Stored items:
■ ■ ■

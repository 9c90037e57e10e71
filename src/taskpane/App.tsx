export function App() {
  return (
    <main>
      <h1>Plumbline</h1>
      <p>The guided regression pane is coming soon.</p>
    </main>
  );
}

■ ■ ■

EXERCISE INSTRUCTIONS: Give the data back in full, matching it character for character.

EXERCISE RESULT:
repository 9c90037e57e10e71
filename src/taskpane/App.tsx
export function App() {
  return (
    <main>
      <h1>Plumbline</h1>
      <p>The guided regression pane is coming soon.</p>
    </main>
  );
}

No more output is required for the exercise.